[Stored items]
________________________________________

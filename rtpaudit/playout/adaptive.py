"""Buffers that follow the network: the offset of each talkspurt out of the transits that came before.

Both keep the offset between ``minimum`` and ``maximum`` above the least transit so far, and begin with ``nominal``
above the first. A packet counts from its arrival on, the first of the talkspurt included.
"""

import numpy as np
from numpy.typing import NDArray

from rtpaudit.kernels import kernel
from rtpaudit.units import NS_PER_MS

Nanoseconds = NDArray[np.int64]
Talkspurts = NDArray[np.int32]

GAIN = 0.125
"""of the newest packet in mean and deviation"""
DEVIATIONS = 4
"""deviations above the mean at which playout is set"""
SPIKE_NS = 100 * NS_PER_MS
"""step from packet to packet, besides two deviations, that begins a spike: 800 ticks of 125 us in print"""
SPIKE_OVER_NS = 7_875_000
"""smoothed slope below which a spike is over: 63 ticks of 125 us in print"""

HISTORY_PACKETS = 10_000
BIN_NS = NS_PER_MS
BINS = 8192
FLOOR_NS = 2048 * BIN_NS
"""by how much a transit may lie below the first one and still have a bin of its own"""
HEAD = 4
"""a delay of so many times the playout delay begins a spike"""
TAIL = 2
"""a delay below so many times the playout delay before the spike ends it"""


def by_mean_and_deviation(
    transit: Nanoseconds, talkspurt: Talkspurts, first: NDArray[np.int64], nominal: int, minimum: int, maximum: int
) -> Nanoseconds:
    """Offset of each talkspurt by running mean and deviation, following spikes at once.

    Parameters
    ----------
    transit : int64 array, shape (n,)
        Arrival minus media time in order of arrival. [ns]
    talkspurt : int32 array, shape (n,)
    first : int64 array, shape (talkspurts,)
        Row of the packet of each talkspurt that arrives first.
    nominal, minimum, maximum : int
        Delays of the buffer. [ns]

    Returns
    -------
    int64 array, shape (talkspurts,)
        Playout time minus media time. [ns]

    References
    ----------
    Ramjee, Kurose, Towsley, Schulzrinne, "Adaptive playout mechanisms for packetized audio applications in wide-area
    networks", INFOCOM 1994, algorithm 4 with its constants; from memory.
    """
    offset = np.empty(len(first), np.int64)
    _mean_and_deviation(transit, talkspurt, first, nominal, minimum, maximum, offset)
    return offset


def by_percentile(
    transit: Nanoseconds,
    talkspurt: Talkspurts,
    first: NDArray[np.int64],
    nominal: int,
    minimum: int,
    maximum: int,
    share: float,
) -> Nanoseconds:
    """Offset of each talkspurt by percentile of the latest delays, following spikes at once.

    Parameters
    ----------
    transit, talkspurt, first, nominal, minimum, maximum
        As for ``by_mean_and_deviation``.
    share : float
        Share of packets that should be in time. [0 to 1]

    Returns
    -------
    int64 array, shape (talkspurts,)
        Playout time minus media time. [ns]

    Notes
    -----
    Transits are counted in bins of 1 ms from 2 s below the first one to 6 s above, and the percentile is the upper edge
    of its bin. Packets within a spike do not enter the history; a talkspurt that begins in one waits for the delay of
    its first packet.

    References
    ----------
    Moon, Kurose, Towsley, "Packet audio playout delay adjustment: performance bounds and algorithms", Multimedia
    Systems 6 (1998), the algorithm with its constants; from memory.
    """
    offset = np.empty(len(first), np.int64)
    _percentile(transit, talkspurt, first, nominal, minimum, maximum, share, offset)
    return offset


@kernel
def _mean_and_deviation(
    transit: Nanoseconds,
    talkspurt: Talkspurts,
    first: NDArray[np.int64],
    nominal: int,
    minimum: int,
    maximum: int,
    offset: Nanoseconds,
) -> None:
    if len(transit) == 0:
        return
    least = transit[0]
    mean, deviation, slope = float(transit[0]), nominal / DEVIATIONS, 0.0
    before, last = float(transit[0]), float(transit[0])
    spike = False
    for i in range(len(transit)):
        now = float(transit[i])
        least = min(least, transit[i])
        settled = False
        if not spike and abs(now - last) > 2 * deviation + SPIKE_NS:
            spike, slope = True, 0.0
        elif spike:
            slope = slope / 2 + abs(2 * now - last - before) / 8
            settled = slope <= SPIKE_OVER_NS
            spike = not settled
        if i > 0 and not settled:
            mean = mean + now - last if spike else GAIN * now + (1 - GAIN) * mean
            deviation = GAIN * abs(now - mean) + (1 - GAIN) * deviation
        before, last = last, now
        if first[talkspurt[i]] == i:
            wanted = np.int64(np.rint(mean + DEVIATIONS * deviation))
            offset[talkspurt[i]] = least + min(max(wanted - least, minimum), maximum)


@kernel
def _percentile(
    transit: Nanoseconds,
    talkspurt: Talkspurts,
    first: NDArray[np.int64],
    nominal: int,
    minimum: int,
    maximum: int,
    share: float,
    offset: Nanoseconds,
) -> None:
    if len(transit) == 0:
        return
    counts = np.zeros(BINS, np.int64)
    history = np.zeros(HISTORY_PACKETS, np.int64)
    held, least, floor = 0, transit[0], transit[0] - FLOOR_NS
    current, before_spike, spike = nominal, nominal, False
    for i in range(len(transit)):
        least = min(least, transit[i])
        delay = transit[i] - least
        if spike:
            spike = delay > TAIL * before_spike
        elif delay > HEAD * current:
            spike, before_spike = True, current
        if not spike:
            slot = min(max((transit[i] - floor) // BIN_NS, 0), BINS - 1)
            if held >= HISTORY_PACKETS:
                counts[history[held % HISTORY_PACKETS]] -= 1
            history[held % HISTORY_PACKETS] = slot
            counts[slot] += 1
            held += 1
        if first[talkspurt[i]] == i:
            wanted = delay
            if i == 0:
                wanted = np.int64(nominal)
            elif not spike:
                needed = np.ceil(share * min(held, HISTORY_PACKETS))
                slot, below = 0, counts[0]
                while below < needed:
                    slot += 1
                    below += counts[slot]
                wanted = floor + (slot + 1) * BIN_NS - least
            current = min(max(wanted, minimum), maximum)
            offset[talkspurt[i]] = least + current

________________________________________

- **Task instructions**
Take every line above that includes "import" and list it.

- **Answer to the exercise**
import numpy as np
from numpy.typing import NDArray
from rtpaudit.kernels import kernel
from rtpaudit.units import NS_PER_MS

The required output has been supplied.